E.G.: the H264 codec is a kind of MPEG 4, and is often stored in a Quicktime container.
Quicktime as a file format has the advantage of flexibility, excellent free tools, and is accessible to pretty much any editing program. It also has a pretty good chance of slower obsolescence than other current file formats, even than WMV.
In addition, I would suggest that we consider different formats depending on the source material.
Rick Prelinger didn't start Archive.org, Brewster Kahle did. But R.P. did partner with them and create the Prelinger Archives section, a significant subsection.
The site is a must-browse.
Hard drive storage is relatively cheap, and with redundancy, fairly reliable, and of course getting cheaper by the day.
Because of the nature of digital storage, all the media can be continually seen as transitional storage. A significant element of our ongoing archiving process needs to be regular migration of data to newer (cheaper/better) storage media.
For film that's transferred to video using telecine: ideally we'd get Digital Intermediate format from a film scanner!

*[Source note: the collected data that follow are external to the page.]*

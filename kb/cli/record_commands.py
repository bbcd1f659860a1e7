"""`record`, `amend`, `withdraw`: writing to the record."""

from __future__ import annotations

import sys
from collections.abc import Sequence
from pathlib import Path
from typing import TYPE_CHECKING, Annotated, Any, Optional

import typer

from kb.cli.conditions import (
    AcidFlag,
    AddFlag,
    AtmosphereFlag,
    BaseFlag,
    ConcFlag,
    ScaleFlag,
    SolventFlag,
    TempFlag,
    TimeFlag,
    WithFlag,
    parse_conditions,
)
from kb.cli.render import wrapped
from kb.cli.session import Session, current_session, put
from kb.errors import ImportFileError, RecordConflict, SidepathError
from kb.plain import excerpt
from kb.vocabulary import Cause, Method, Verdict

if TYPE_CHECKING:
    from kb.book import Book
    from kb.record.run import Run

Words = Optional[list[str]]  # noqa: UP045 - typer reads the annotations at run time
Word = Optional[str]  # noqa: UP045


def register(app: typer.Typer) -> None:
    """Add the commands of this file."""
    app.command("record")(record)
    app.command("amend")(amend)
    app.command("withdraw")(withdraw)


def record(
    scheme: Annotated[Word, typer.Argument(help="Reaction SMILES, a substrate, a name, or a file.")] = None,
    from_file: Annotated[
        Word,
        typer.Option("--from", metavar="FILE.json", help="Whole runs as JSON: one, a list, or one a line; - = stdin."),
    ] = None,
    reagents: WithFlag = None,
    bases: BaseFlag = None,
    acids: AcidFlag = None,
    additives: AddFlag = None,
    solvents: SolventFlag = None,
    temp: TempFlag = None,
    time: TimeFlag = None,
    conc: ConcFlag = None,
    scale: ScaleFlag = None,
    atmosphere: AtmosphereFlag = None,
    split: Annotated[Word, typer.Option(metavar="FATE=PCT,...", help="substitution=88,elimination=10.")] = None,
    by: Annotated[Optional[Method], typer.Option("--by", help="How the split was measured.")] = None,  # noqa: UP045
    isolated: Annotated[Word, typer.Option("--yield", metavar="PCT", help="Isolated yield.")] = None,
    assay: Annotated[Word, typer.Option("--assay-yield", metavar="PCT", help="Yield against a standard.")] = None,
    conversion: Annotated[Word, typer.Option("--conversion", metavar="PCT")] = None,
    ee: Annotated[Word, typer.Option("--ee", metavar="PCT", help="Enantiomeric excess.")] = None,
    product: Annotated[
        Words, typer.Option("--product", metavar="SMILES=SHARE", help="Seen product; repeatable.")
    ] = None,
    failed: Annotated[Words, typer.Option("--failed", metavar="MODE", help="Failure mode; repeatable.")] = None,
    motif: Annotated[Word, typer.Option("--motif", metavar="SMARTS", help="What the failure hit.")] = None,
    cause: Annotated[Optional[Cause], typer.Option("--cause", help="How sure you are.")] = None,  # noqa: UP045
    note: Annotated[str, typer.Option("--note", help="Free words, kept to the letter.")] = "",
    ref: Annotated[Word, typer.Option("--ref", help="Notebook reference.")] = None,
    project: Annotated[Word, typer.Option("--project")] = None,
    date: Annotated[Word, typer.Option("--date", metavar="YYYY-MM-DD", help="Day of the run; default today.")] = None,
    verdict: Annotated[Optional[Verdict], typer.Option("--verdict", help="In a word.")] = None,  # noqa: UP045
) -> None:
    """Add a run to the record."""
    from kb.book import check_scheme, outcome_from_words, parse_run_date, scheme_from_argument, today
    from kb.record.run import Run

    session = current_session()
    conditions = (reagents, bases, acids, additives, solvents, temp, time, conc, scale, atmosphere)
    if from_file is not None:
        others = (scheme, *conditions, split, by, isolated, assay, conversion, ee, product, failed, motif, cause)
        if any(v is not None for v in (*others, ref, project, date, verdict)) or note:
            raise typer.BadParameter("--from brings whole runs; give it alone, and amend afterwards.")
        _record_file(session, from_file)
        return
    if scheme is None:
        raise typer.BadParameter("Give a scheme, or --from FILE.json.")
    text = check_scheme(scheme_from_argument(scheme))
    run = Run(
        scheme=text,
        conditions=parse_conditions(*conditions),
        outcome=outcome_from_words(
            scheme=text,
            split=split,
            method=by,
            isolated=isolated,
            assay=assay,
            conversion=conversion,
            ee=ee,
            products=product or (),
            failed=failed or (),
            motif=motif,
            cause=cause,
        ),
        verdict=verdict,
        note=note,
        by=session.initials,
        date=parse_run_date(date) if date else today(),
        reference=ref,
        project=project,
    )
    _store(session, [run])


def amend(
    code: Annotated[str, typer.Argument(help="The run's code.")],
    why: Annotated[str, typer.Option("--why", help="Reason, kept in the history.")],
    changes: Annotated[
        list[str],
        typer.Option(
            "--set",
            metavar="FIELD=VALUE",
            help="note, verdict, temp, time, yield, split, date...; repeatable; nothing behind the = takes it away.",
        ),
    ],
) -> None:
    """Change a run; the old values, who, when and why are kept."""
    from kb.cli.render_run import change_words

    session = current_session()
    with session.opened() as book:
        run = book.amend(code, book.changes_from_words(code, changes), who=session.initials, why=why)
        changed = book.history_as_dicts(code)[-1]["changed"]
        _remark(session, book, run)
    lines = [f"{run.code} amended (revision {run.revision})."]
    for change in changed:
        lines += wrapped(change_words(change), 2)
    session.answer(_as_dict(run), "\n".join(lines))


def withdraw(
    code: Annotated[str, typer.Argument(help="The run's code.")],
    why: Annotated[str, typer.Option("--why", help="Reason, kept in the history.")],
) -> None:
    """Withdraw a run: it stays in the record but no longer speaks."""
    session = current_session()
    with session.opened() as book:
        before = book.get(code)
        if before.withdrawn_why is not None:
            why_then = excerpt(before.withdrawn_why, 80)
            hint = f"See `sidepath history {before.code}`."
            raise RecordConflict(f"{before.code} is withdrawn already ({why_then}).", hint, code)
        run = book.withdraw(code, why=why, who=session.initials)
    session.answer(_as_dict(run), f"{run.code} withdrawn. It stays in the history and can be read with `show`.")


def _as_dict(run: Run) -> dict[str, Any]:
    from kb.record.portable import run_to_dict

    return run_to_dict(run)


def _record_file(session: Session, name: str) -> None:
    from kb.book import runs_from_json

    place = "Standard input" if name == "-" else name
    try:
        text = sys.stdin.read() if name == "-" else Path(name).read_text(encoding="utf-8-sig")
    except UnicodeDecodeError as error:
        raise ImportFileError(f"{place} is not UTF-8 text.", "Save it as UTF-8.", name) from error
    _store(session, runs_from_json(text.removeprefix("\ufeff"), place))


def _store(session: Session, runs: Sequence[Run]) -> None:
    """Keep runs, tell what they were read as and what does not add up; all are new, or none is kept."""
    stored: list[Run] = []
    with session.opened() as book:
        there = book.known(runs)
        if there:
            names = ", ".join(f"{run.code}" for run in there[:5]) + (" ..." if len(there) > 5 else "")
            raise RecordConflict(f"In the book already: {names}.", "Amend what is there instead.", str(there[0].run_id))
        try:
            for run in runs:
                stored.append(book.add(run, who=session.initials))
        except SidepathError as error:
            if not stored:
                raise
            message = f"{error.message} Kept: {len(stored)} of {len(runs)}, up to {stored[-1].code}."
            raise type(error)(message, error.hint, error.value) from error
        for given, run in zip(runs, stored, strict=True):
            _remark(session, book, run, given.code)
        readings = [book.reading_words(run) for run in stored]
    if session.as_json:
        session.print_json(_as_dict(stored[0]) if len(stored) == 1 else [_as_dict(r) for r in stored])
    elif len(stored) > MANY:
        put(f"{len(stored)} runs recorded, {stored[0].code} to {stored[-1].code}.")
    else:
        put("\n\n".join(_recorded(run, words) for run, words in zip(stored, readings, strict=True)))


def _recorded(run: Run, reading: str) -> str:
    """Return a run just recorded, its long texts cut: whoever typed them knows them."""
    import dataclasses

    from kb.cli.render_run import render_run

    brief = dataclasses.replace(run, scheme=excerpt(run.scheme, BRIEF), note=excerpt(run.note, BRIEF))
    return render_run(brief, reading)


def _remark(session: Session, book: Book, run: Run, wanted_code: str | None = None) -> None:
    """Say what does not add up in a run, and that it got another code than it brought."""
    for finding in book.remarks(run, wanted_code):
        session.say("\n".join(wrapped(f"{str(finding.severity).upper()}: {finding.title}. {finding.why}")))


MANY = 5
"""Runs beyond which only their codes are told."""
BRIEF = 400
"""Longest scheme or note of a run just recorded that is shown [characters]."""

But unlikely due to cost. Likely we'd get DV or HDV or HD, preferrably progressive. Once we have a master, we should keep it at 24fps, and convert it to MP4 as an intermediate working format for presentation and further backup.
See, the thing is about these digital formats is that a workflow can be developed that can then be somewhat automated, which will need updating only every few years. If we work a conversion routine into the system, we don't have to worry so much about formats expiring while we're looking elsewhere, we'll just keep things up to date. Storage capacity, in the long run, will outstrip our needs and more or less become a minor issue; what we have to look to is system design.
I suspect the DV format will have quite a bit of longevity, and it balances compression with quality fairly well. MP4 will continue to develop though the H.264 codec will be serviceable for 5 years at least. For audio, AIFF and WAV; and for interactive media, well, it depends.
By the way, Drupal is a Content Management System, and once we add the right content functions, it becomes a Digital Asset Management System as well.